RNA sequence assembly using base pair bond structure
University of New Brunswick
The process of determining nucleic acid (DNA and RNA) sequences is affected by limitations in technology that limit the length of sequence that can be read at once. Longer sequences are thus read in pieces, and so an important part of the process is to re-assemble these pieces, using overlapping pieces from multiple copies. Sequence assembly is a complex computational problem, particularly if the target sequence is one that is hitherto unknown and so there is no reference that helps to assemble the sequence pieces correctly. The advent of a new generation of high throughput technology that can quickly read shorter sequences makes the assembly an even more critical step because of the increased likelihood of missing regions in the final re-assembled sequence.
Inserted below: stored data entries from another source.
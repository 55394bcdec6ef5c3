#include "harness/record/arc.h"

#include <fmt/format.h>
#include <fmt/ranges.h>

namespace gatedyno {

std::string DescribeArc(const Arc& arc) {
  return fmt::format("{}->{} {}", arc.pin, arc.output, EdgeName(arc.edge));
}

std::string DescribeSide(const Arc& arc) {
  std::vector<std::string> parts;
  for (const SideInput& side : arc.side) {
    parts.push_back(fmt::format("{}={}", side.pin, side.high ? 1 : 0));
  }
  return fmt::format("{}", fmt::join(parts, " "));
}

}  // namespace gatedyno
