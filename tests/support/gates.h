// The gates of the published tables, drawn and sized as the tables assume.
//
// Unit sizing: every pull-down is as strong as one NMOS of width 1 and every
// pull-up as one PMOS of width gamma, gamma being the P/N ratio of the
// reference inverter.  Inputs are a, b, c ... from the output down.

#ifndef GATEDYNO_TESTS_SUPPORT_GATES_H_
#define GATEDYNO_TESTS_SUPPORT_GATES_H_

#include <string>
#include <vector>

#include "tests/support/cell_builder.h"

namespace gatedyno {

inline std::string InputName(int index) {
  return std::string(1, static_cast<char>('a' + index));
}

inline CellBuilder& PinsOf(CellBuilder& builder, int inputs) {
  for (int i = 0; i < inputs; ++i) {
    builder.Pins({InputName(i)});
  }
  return builder.Pins({"y", "vdd", "vss"});
}

// Name of the net below the first `above` devices of a stack; the stack is
// named after its top and all its gates, so that no two stacks share a net.
inline std::string StackNet(const std::string& stack, size_t above) {
  return stack + ":" + std::to_string(above);
}

inline std::string StackName(const std::string& top,
                             const std::vector<std::string>& gates) {
  std::string name = top;
  for (const std::string& gate : gates) {
    name += "." + gate;
  }
  return name;
}

// `gates` in series from `top` to the ground, or up to the supply.
inline void NStack(CellBuilder& builder,
                   const std::string& top,
                   const std::vector<std::string>& gates,
                   double width) {
  const std::string stack = StackName(top + ".n", gates);
  for (size_t i = 0; i < gates.size(); ++i) {
    builder.N(stack + std::to_string(i),
              i == 0 ? top : StackNet(stack, i),
              gates[i],
              i + 1 == gates.size() ? "vss" : StackNet(stack, i + 1),
              width);
  }
}
inline void PStack(CellBuilder& builder,
                   const std::string& top,
                   const std::vector<std::string>& gates,
                   double width) {
  const std::string stack = StackName(top + ".p", gates);
  for (size_t i = 0; i < gates.size(); ++i) {
    builder.P(stack + std::to_string(i),
              i == 0 ? top : StackNet(stack, i),
              gates[i],
              i + 1 == gates.size() ? "vdd" : StackNet(stack, i + 1),
              width);
  }
}

inline Cell InverterCell(double n_width, double p_width) {
  CellBuilder builder("inv");
  return PinsOf(builder, 1).Inverter("a", "y", n_width, p_width).Build();
}

inline Cell NandCell(int inputs, double n_width, double p_width) {
  CellBuilder builder("nand" + std::to_string(inputs));
  PinsOf(builder, inputs);
  std::vector<std::string> gates;
  for (int i = 0; i < inputs; ++i) {
    gates.push_back(InputName(i));
    PStack(builder, "y", {InputName(i)}, p_width);
  }
  NStack(builder, "y", gates, n_width);
  return builder.Build();
}

inline Cell NorCell(int inputs, double n_width, double p_width) {
  CellBuilder builder("nor" + std::to_string(inputs));
  PinsOf(builder, inputs);
  std::vector<std::string> gates;
  for (int i = 0; i < inputs; ++i) {
    gates.push_back(InputName(i));
    NStack(builder, "y", {InputName(i)}, n_width);
  }
  PStack(builder, "y", gates, p_width);
  return builder.Build();
}

// !(a & b | c), the PMOS of c at the output.
inline Cell Aoi21Cell(double gamma) {
  CellBuilder builder("aoi21");
  PinsOf(builder, 3);
  NStack(builder, "y", {"a", "b"}, 2);
  NStack(builder, "y", {"c"}, 1);
  return builder.P("p1", "y", "c", "x", 2 * gamma)
      .P("p2", "x", "a", "vdd", 2 * gamma)
      .P("p3", "x", "b", "vdd", 2 * gamma)
      .Build();
}

inline Cell Aoi22Cell(double gamma) {
  CellBuilder builder("aoi22");
  PinsOf(builder, 4);
  NStack(builder, "y", {"a", "b"}, 2);
  NStack(builder, "y", {"c", "d"}, 2);
  return builder.P("p1", "y", "a", "x", 2 * gamma)
      .P("p2", "y", "b", "x", 2 * gamma)
      .P("p3", "x", "c", "vdd", 2 * gamma)
      .P("p4", "x", "d", "vdd", 2 * gamma)
      .Build();
}

// !((a | b) & c), the NMOS of c at the output.
inline Cell Oai21Cell(double gamma) {
  CellBuilder builder("oai21");
  PinsOf(builder, 3);
  PStack(builder, "y", {"a", "b"}, 2 * gamma);
  PStack(builder, "y", {"c"}, gamma);
  return builder.N("n1", "y", "c", "x", 2)
      .N("n2", "x", "a", "vss", 2)
      .N("n3", "x", "b", "vss", 2)
      .Build();
}

// The same with c at the ground.
inline Cell Oai21TurnedCell(double gamma) {
  CellBuilder builder("oai21t");
  PinsOf(builder, 3);
  PStack(builder, "y", {"a", "b"}, 2 * gamma);
  PStack(builder, "y", {"c"}, gamma);
  return builder.N("n1", "y", "a", "x", 2)
      .N("n2", "y", "b", "x", 2)
      .N("n3", "x", "c", "vss", 2)
      .Build();
}

inline Cell Oai22Cell(double gamma) {
  CellBuilder builder("oai22");
  PinsOf(builder, 4);
  PStack(builder, "y", {"a", "b"}, 2 * gamma);
  PStack(builder, "y", {"c", "d"}, 2 * gamma);
  return builder.N("n1", "y", "a", "x", 2)
      .N("n2", "y", "b", "x", 2)
      .N("n3", "x", "c", "vss", 2)
      .N("n4", "x", "d", "vss", 2)
      .Build();
}

// !(a & (b | c) | d & e): the NMOS of a and d, the PMOS of d and e at the
// output.
inline Cell CompoundCell(double gamma) {
  CellBuilder builder("compound");
  PinsOf(builder, 5);
  NStack(builder, "y", {"d", "e"}, 2);
  builder.N("n1", "y", "a", "x", 2)
      .N("n2", "x", "b", "vss", 2)
      .N("n3", "x", "c", "vss", 2)
      .P("p1", "y", "d", "w", 3 * gamma)
      .P("p2", "y", "e", "w", 3 * gamma);
  PStack(builder, "w", {"b", "c"}, 3 * gamma);
  PStack(builder, "w", {"a"}, 1.5 * gamma);
  return builder.Build();
}

// !(a & b | c & d | e), the PMOS of e at the output.
inline Cell Aoi221Cell(double gamma) {
  CellBuilder builder("aoi221");
  PinsOf(builder, 5);
  NStack(builder, "y", {"a", "b"}, 2);
  NStack(builder, "y", {"c", "d"}, 2);
  NStack(builder, "y", {"e"}, 1);
  return builder.P("p1", "y", "e", "w", 3 * gamma)
      .P("p2", "w", "a", "x", 3 * gamma)
      .P("p3", "w", "b", "x", 3 * gamma)
      .P("p4", "x", "c", "vdd", 3 * gamma)
      .P("p5", "x", "d", "vdd", 3 * gamma)
      .Build();
}

// Three pairs in each network.
inline Cell MajoritySymmetricCell(double gamma) {
  CellBuilder builder("maj3s");
  PinsOf(builder, 3);
  const std::vector<std::vector<std::string>> pairs = {
      {"a", "b"}, {"b", "c"}, {"c", "a"}};
  for (const std::vector<std::string>& pair : pairs) {
    NStack(builder, "y", pair, 2);
    PStack(builder, "y", pair, 2 * gamma);
  }
  return builder.Build();
}

inline CellBuilder MajorityPullDown(const std::string& name) {
  CellBuilder builder(name);
  PinsOf(builder, 3);
  NStack(builder, "y", {"a", "b"}, 2);
  return builder.N("n1", "y", "c", "x", 2)
      .N("n2", "x", "a", "vss", 2)
      .N("n3", "x", "b", "vss", 2);
}

// !(a & b | c & (a | b)) with the pull-down repeated as pull-up, c at the
// output.
inline Cell MajorityRepeatedCell(double gamma) {
  CellBuilder builder = MajorityPullDown("maj3");
  PStack(builder, "y", {"a", "b"}, 2 * gamma);
  return builder.P("p1", "y", "c", "w", 2 * gamma)
      .P("p2", "w", "a", "vdd", 2 * gamma)
      .P("p3", "w", "b", "vdd", 2 * gamma)
      .Build();
}

// The same function with the series/parallel dual as pull-up: a pair at the
// supply in series with c beside a stack of two.
inline Cell MajorityDualCell(double gamma) {
  CellBuilder builder = MajorityPullDown("maj3d");
  return builder.P("p1", "y", "c", "w", 1.5 * gamma)
      .P("p2", "y", "a", "v", 3 * gamma)
      .P("p3", "v", "b", "w", 3 * gamma)
      .P("p4", "w", "a", "vdd", 3 * gamma)
      .P("p5", "w", "b", "vdd", 3 * gamma)
      .Build();
}

// !(a & b & c | (a | b | c) & d), d being the inverted carry, pull-down
// repeated as pull-up, d at the output.
inline Cell MirrorSumCell(double gamma) {
  CellBuilder builder("msum");
  PinsOf(builder, 4);
  NStack(builder, "y", {"a", "b", "c"}, 3);
  PStack(builder, "y", {"a", "b", "c"}, 3 * gamma);
  builder.N("nd", "y", "d", "x", 2).P("pd", "y", "d", "w", 2 * gamma);
  for (const std::string gate : {"a", "b", "c"}) {
    builder.N("n" + gate, "x", gate, "vss", 2)
        .P("p" + gate, "w", gate, "vdd", 2 * gamma);
  }
  return builder.Build();
}

// A bridge in both networks: a and b at the output, c and d at the rail, e
// across, each as wide as `widths` says (in that order; PMOS times gamma).
inline Cell BridgeCell(const std::vector<double>& widths, double gamma) {
  CellBuilder builder("bridge");
  PinsOf(builder, 5);
  return builder.N("n1", "y", "a", "l", widths[0])
      .N("n2", "y", "b", "r", widths[1])
      .N("n3", "l", "c", "vss", widths[2])
      .N("n4", "r", "d", "vss", widths[3])
      .N("n5", "l", "e", "r", widths[4])
      .P("p1", "y", "a", "u", widths[0] * gamma)
      .P("p2", "u", "b", "vdd", widths[1] * gamma)
      .P("p3", "y", "c", "v", widths[2] * gamma)
      .P("p4", "v", "d", "vdd", widths[3] * gamma)
      .P("p5", "u", "e", "v", widths[4] * gamma)
      .Build();
}

}  // namespace gatedyno

#endif  // GATEDYNO_TESTS_SUPPORT_GATES_H_
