// Exclusive ors and multiplexers: gates whose tables count a signal and its
// complement as one input.  Complements are made inside and called like the
// signal with an "n" behind.  Sizing as in gates.h.

#ifndef GATEDYNO_TESTS_SUPPORT_BUNDLE_GATES_H_
#define GATEDYNO_TESTS_SUPPORT_BUNDLE_GATES_H_

#include <string>
#include <vector>

#include "tests/support/gates.h"

namespace gatedyno {

inline std::string InverseName(const std::string& net) {
  return net + "n";
}

inline CellBuilder XorStart(const std::string& name, int inputs, double gamma) {
  CellBuilder builder(name);
  PinsOf(builder, inputs);
  for (int i = 0; i < inputs; ++i) {
    builder.Inverter(InputName(i), InverseName(InputName(i)), 1, gamma);
  }
  return builder;
}

// Exclusive or of the inputs: a branch for every row of the truth table.
inline Cell XorSymmetricCell(int inputs, double gamma) {
  CellBuilder builder =
      XorStart("xor" + std::to_string(inputs) + "s", inputs, gamma);
  for (unsigned row = 0; row < (1U << inputs); ++row) {
    // Gates that are all high, or all low, in this row.
    std::vector<std::string> high;
    std::vector<std::string> low;
    bool odd = false;
    for (int i = 0; i < inputs; ++i) {
      const bool one = ((row >> i) & 1U) != 0;
      const std::string input = InputName(i);
      high.push_back(one ? input : InverseName(input));
      low.push_back(one ? InverseName(input) : input);
      odd = odd != one;
    }
    if (odd) {
      PStack(builder, "y", low, inputs * gamma);
    } else {
      NStack(builder, "y", high, inputs);
    }
  }
  return builder.Build();
}

// Exclusive or of the inputs as a tree that shares its devices: two at either
// end, four at every level between.
inline Cell XorSharedCell(int inputs, double gamma) {
  CellBuilder builder = XorStart("xor" + std::to_string(inputs), inputs, gamma);
  // Net `side` after `level` inputs; parity 0 at the output.
  const auto net = [&](const std::string& side, int level, int parity) {
    return level == 0 ? std::string("y")
                      : side + std::to_string(level) + std::to_string(parity);
  };
  for (int level = 0; level < inputs; ++level) {
    const std::string input = InputName(level);
    const bool last = level + 1 == inputs;
    for (int parity = 0; parity < (level == 0 ? 1 : 2); ++parity) {
      for (int one = 0; one < 2; ++one) {
        const int next = parity ^ one;
        const std::string name = input + std::to_string(2 * parity + one);
        // The pull-down conducts for an even number of ones, the pull-up for
        // an odd one.
        if (!last || next == 0) {
          builder.N("n" + name,
                    net("n", level, parity),
                    one == 1 ? input : InverseName(input),
                    last ? "vss" : net("n", level + 1, next),
                    inputs);
        }
        if (!last || next == 1) {
          builder.P("p" + name,
                    net("p", level, parity),
                    one == 1 ? InverseName(input) : input,
                    last ? "vdd" : net("p", level + 1, next),
                    inputs * gamma);
        }
      }
    }
  }
  return builder.Build();
}

inline void MuxBranch(CellBuilder& builder,
                      const std::string& data,
                      const std::string& select,
                      double gamma) {
  NStack(builder, "y", {data, select}, 2);
  PStack(builder, "y", {data, InverseName(select)}, 2 * gamma);
}

// Inverting two-way multiplexer: d1 when s, else d0.
inline Cell Mux2Cell(double gamma) {
  CellBuilder builder("mux2");
  builder.Pins({"d0", "d1", "s", "y", "vdd", "vss"})
      .Inverter("s", "sn", 1, gamma);
  NStack(builder, "y", {"d1", "s"}, 2);
  PStack(builder, "y", {"d1", "sn"}, 2 * gamma);
  NStack(builder, "y", {"d0", "sn"}, 2);
  PStack(builder, "y", {"d0", "s"}, 2 * gamma);
  return builder.Build();
}

// Inverting four-way multiplexer with its decoder: selects k0..k3, inverses
// k0n..k3n.
inline Cell Mux4Cell(double gamma) {
  CellBuilder builder("mux4");
  builder.Pins({"d0", "d1", "d2", "d3", "s0", "s1", "y", "vdd", "vss"})
      .Inverter("s0", "s0n", 1, gamma)
      .Inverter("s1", "s1n", 1, gamma);
  for (int way = 0; way < 4; ++way) {
    const std::string select = "k" + std::to_string(way);
    const std::string inverse = InverseName(select);
    const std::string low = (way & 1) != 0 ? "s0" : "s0n";
    const std::string high = (way & 2) != 0 ? "s1" : "s1n";
    NStack(builder, inverse, {low, high}, 2);
    PStack(builder, inverse, {low}, gamma);
    PStack(builder, inverse, {high}, gamma);
    builder.Inverter(inverse, select, 1, gamma);
    MuxBranch(builder, "d" + std::to_string(way), select, gamma);
  }
  return builder.Build();
}

}  // namespace gatedyno

#endif  // GATEDYNO_TESTS_SUPPORT_BUNDLE_GATES_H_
Current sequence assembly algorithms are designed to seek a best result, from a series of characters perspective, in the form of a shortest possible ‘superstring’. However, DNA, RNA and other biological sequences are more than just strings, and so a shortest possible string does not equate to how the pieces were originally ordered, which is ultimately the goal of sequence assembly. This work proposes an alternative approach of including known structure properties and conditions that govern the building and design of biological sequences to help the re-assembly of RNA sequences, and includes tests whose results show noticeable increase in accuracy of the sequence assembly result in comparison to past approaches and that using structure also enables some shorter sequences to be assembled from a single copy.